Task description: Wherever the word "fate" occurs in the lines below, copy the whole line.

Supplied information:
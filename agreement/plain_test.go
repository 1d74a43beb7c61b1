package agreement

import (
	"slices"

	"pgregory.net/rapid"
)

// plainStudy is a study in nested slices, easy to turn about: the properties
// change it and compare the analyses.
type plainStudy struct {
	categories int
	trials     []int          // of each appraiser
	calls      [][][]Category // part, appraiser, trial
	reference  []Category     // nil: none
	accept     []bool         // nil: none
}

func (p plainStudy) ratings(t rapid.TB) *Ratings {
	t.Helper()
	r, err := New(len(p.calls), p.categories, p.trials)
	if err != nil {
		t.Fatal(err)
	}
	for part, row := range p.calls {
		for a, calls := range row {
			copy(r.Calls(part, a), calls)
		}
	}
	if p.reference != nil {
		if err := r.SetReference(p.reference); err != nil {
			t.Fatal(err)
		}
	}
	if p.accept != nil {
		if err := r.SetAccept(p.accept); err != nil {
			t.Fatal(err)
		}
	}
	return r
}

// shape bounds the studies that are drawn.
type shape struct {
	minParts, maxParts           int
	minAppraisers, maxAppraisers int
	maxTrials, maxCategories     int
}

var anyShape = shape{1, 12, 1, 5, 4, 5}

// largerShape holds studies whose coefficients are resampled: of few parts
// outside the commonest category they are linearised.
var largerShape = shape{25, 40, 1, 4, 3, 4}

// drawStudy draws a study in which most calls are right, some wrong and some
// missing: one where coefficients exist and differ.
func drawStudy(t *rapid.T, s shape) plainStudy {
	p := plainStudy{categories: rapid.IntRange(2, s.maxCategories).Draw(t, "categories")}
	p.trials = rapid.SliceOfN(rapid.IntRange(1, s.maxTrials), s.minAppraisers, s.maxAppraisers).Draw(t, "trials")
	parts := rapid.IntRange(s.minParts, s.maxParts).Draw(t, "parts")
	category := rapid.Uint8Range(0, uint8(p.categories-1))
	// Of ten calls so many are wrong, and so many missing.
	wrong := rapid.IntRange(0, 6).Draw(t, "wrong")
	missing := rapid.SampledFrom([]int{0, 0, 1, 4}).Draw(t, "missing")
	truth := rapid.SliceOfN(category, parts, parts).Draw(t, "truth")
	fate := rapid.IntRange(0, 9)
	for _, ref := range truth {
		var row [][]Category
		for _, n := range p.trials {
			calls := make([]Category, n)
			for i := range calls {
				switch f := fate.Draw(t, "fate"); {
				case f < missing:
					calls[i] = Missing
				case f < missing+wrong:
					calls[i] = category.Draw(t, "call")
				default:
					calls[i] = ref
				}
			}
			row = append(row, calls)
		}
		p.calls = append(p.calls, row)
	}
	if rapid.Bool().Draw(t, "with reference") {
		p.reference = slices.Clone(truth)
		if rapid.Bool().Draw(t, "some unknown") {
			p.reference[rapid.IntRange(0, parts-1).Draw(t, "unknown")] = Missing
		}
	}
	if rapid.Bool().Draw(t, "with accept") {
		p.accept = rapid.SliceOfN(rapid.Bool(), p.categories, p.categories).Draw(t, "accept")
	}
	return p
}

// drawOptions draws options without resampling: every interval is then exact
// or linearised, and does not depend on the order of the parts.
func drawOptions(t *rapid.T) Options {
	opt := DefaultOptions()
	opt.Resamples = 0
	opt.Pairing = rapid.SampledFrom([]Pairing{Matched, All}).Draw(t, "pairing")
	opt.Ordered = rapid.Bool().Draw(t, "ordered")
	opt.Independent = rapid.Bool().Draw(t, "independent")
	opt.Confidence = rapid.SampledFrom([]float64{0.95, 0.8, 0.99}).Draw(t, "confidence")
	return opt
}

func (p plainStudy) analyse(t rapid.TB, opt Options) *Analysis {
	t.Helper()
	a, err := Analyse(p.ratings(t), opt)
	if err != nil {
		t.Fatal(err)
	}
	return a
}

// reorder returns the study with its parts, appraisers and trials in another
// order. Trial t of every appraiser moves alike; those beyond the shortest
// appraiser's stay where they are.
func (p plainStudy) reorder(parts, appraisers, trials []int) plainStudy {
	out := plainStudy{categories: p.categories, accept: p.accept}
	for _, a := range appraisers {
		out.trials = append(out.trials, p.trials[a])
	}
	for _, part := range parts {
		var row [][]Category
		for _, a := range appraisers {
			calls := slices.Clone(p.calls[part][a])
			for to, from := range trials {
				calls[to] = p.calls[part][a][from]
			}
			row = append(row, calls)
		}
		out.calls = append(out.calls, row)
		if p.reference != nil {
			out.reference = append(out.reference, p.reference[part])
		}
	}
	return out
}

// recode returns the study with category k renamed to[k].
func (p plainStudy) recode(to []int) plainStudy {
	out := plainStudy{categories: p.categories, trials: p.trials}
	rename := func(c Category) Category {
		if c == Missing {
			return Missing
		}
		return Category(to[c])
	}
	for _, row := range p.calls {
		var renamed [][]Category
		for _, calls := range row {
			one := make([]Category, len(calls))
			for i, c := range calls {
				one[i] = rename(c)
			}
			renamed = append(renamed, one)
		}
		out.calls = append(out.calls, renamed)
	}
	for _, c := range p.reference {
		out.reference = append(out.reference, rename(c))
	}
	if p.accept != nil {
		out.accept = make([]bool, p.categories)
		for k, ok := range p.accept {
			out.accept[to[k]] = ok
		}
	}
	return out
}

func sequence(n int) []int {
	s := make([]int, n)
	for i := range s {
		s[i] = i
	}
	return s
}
==
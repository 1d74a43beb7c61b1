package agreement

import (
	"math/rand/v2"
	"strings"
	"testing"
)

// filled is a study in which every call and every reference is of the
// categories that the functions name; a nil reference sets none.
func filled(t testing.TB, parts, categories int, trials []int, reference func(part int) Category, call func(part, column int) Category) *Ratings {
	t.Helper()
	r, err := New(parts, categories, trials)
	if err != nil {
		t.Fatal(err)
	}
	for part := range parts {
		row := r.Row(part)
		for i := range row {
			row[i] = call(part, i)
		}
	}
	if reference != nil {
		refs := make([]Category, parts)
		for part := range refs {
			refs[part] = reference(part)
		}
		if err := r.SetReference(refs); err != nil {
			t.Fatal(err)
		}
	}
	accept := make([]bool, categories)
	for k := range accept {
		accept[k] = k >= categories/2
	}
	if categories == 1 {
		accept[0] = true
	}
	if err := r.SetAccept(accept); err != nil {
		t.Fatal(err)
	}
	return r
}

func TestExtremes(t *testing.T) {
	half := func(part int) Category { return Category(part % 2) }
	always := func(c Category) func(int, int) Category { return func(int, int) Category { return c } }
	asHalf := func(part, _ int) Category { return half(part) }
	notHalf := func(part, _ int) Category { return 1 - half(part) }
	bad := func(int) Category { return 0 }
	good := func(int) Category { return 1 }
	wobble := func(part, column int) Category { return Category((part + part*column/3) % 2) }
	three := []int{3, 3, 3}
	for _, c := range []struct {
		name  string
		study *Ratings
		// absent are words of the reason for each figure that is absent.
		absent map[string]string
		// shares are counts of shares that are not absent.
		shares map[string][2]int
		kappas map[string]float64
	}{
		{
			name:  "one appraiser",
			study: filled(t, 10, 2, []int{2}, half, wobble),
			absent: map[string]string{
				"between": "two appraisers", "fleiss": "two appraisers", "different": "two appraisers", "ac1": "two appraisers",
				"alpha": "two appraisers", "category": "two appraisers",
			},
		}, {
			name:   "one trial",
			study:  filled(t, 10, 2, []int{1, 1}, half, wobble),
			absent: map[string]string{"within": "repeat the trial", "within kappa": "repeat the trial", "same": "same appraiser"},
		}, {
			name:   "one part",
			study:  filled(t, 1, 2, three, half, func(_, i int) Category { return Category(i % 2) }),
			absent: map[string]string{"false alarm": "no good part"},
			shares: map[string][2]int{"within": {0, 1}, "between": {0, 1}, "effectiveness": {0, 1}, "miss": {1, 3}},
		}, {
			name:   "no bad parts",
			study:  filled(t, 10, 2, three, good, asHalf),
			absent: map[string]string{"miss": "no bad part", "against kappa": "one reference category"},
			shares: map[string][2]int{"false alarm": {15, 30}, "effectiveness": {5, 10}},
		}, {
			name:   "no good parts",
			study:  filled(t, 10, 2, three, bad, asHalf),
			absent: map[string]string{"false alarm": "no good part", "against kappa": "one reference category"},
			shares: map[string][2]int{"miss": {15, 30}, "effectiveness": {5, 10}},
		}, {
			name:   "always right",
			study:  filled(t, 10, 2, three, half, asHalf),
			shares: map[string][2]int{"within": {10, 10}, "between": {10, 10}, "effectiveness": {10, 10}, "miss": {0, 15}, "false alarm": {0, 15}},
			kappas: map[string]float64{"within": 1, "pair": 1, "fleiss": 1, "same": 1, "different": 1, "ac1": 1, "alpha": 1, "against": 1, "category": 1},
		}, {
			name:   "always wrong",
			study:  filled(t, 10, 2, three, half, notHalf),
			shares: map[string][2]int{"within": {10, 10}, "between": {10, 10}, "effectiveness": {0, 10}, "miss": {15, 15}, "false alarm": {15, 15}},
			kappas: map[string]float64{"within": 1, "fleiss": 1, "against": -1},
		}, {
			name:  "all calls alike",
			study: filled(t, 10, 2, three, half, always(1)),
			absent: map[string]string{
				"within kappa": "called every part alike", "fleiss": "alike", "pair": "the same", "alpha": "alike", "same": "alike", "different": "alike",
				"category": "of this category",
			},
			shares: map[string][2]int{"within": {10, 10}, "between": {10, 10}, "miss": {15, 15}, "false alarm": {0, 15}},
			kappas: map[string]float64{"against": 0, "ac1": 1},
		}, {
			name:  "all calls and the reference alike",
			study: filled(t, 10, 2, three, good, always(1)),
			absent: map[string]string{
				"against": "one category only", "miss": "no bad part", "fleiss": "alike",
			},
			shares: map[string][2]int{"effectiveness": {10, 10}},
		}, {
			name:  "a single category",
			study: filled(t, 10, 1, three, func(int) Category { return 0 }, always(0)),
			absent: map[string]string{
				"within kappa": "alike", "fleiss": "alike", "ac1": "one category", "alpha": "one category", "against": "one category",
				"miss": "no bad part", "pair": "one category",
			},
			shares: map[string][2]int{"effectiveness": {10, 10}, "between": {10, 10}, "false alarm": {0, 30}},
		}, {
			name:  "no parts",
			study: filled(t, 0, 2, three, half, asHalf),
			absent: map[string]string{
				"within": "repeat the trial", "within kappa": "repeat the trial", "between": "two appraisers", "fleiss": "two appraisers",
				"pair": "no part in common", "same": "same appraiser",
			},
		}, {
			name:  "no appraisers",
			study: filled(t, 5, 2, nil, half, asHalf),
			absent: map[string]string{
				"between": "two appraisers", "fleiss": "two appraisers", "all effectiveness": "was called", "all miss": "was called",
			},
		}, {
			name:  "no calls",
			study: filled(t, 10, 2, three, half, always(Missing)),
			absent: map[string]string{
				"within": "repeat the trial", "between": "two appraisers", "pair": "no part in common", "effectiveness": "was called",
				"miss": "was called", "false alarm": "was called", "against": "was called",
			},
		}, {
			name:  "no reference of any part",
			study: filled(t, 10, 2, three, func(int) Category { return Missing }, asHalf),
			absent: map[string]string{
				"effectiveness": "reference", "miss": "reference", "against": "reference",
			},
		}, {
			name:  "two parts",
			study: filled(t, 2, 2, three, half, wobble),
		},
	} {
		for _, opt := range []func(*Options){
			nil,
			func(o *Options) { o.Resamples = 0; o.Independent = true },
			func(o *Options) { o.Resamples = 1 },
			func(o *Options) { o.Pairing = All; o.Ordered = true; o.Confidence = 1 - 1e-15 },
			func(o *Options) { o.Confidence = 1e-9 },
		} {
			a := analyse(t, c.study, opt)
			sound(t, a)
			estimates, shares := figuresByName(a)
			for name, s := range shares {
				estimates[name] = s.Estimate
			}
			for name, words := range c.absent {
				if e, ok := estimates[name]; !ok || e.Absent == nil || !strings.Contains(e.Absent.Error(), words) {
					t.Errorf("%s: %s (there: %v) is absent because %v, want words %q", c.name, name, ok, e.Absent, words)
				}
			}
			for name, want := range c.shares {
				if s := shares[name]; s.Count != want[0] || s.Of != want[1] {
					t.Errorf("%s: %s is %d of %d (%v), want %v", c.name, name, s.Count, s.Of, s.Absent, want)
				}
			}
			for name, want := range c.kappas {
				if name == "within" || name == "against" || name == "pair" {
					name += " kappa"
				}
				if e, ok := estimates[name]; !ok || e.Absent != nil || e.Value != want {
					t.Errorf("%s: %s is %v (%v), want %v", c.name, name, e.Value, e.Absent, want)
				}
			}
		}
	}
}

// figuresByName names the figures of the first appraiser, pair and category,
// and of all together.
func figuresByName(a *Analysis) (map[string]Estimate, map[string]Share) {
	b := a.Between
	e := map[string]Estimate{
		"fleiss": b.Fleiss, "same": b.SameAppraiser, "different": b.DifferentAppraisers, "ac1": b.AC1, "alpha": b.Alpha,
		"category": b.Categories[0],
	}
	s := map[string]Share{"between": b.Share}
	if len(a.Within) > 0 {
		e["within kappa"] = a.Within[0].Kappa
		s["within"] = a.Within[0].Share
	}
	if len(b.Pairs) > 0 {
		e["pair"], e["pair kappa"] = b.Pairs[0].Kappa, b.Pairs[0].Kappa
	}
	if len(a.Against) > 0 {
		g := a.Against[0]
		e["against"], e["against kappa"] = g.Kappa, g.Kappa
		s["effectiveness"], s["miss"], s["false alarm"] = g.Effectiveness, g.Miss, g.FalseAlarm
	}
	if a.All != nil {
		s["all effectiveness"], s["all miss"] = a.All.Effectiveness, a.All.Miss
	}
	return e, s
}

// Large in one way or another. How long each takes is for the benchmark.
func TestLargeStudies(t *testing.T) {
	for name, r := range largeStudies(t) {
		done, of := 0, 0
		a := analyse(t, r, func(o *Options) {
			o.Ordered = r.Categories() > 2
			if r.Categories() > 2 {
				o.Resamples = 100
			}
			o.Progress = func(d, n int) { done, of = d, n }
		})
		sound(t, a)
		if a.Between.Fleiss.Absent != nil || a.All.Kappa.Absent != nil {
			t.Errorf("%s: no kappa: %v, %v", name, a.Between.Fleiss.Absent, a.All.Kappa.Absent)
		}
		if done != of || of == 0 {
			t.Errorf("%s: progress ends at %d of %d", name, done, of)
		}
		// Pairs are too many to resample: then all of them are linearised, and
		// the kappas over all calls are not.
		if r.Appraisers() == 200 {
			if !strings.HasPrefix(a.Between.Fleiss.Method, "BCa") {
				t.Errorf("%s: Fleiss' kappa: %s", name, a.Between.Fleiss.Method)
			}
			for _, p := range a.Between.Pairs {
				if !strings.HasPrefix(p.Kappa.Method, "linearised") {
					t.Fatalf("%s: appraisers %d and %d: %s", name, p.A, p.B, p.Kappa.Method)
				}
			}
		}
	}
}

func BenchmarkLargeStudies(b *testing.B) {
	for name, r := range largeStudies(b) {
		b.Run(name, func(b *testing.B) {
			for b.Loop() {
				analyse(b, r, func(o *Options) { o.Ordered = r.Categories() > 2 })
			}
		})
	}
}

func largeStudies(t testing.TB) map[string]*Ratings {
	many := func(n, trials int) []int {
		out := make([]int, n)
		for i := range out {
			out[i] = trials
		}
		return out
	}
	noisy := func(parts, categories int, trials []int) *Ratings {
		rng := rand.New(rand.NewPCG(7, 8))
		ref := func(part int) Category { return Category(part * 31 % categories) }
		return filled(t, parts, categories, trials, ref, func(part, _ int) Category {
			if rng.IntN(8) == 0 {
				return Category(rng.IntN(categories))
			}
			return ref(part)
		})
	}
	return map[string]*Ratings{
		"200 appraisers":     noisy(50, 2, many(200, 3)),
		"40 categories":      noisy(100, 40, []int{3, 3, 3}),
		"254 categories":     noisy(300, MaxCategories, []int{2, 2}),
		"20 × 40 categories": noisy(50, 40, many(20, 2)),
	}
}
* * *
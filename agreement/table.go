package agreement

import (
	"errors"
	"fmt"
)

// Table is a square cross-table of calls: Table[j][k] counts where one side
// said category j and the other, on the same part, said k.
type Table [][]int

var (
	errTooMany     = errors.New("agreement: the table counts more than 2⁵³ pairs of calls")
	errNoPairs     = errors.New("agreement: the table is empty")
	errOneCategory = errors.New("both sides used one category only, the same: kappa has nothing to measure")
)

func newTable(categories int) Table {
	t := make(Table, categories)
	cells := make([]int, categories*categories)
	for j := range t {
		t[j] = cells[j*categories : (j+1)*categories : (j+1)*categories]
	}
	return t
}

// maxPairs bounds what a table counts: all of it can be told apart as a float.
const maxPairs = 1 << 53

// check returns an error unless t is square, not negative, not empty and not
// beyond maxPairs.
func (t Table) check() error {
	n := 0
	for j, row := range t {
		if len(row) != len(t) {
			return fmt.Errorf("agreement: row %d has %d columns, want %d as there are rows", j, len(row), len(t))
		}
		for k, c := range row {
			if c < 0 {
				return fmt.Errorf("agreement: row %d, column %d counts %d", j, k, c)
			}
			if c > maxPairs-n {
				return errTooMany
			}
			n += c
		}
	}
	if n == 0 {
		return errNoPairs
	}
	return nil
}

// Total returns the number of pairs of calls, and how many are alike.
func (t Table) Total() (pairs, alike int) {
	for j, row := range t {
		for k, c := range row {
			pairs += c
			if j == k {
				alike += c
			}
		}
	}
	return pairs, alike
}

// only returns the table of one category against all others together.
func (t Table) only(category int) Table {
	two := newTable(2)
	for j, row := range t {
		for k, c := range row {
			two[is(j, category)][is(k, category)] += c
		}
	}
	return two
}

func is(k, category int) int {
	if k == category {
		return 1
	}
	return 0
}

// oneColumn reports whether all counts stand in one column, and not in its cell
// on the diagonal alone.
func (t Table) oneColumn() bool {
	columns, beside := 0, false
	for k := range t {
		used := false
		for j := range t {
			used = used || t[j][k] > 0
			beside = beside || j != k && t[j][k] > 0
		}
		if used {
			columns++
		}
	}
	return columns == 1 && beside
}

Result of this task:
	fate := rapid.IntRange(0, 9)
				switch f := fate.Draw(t, "fate"); {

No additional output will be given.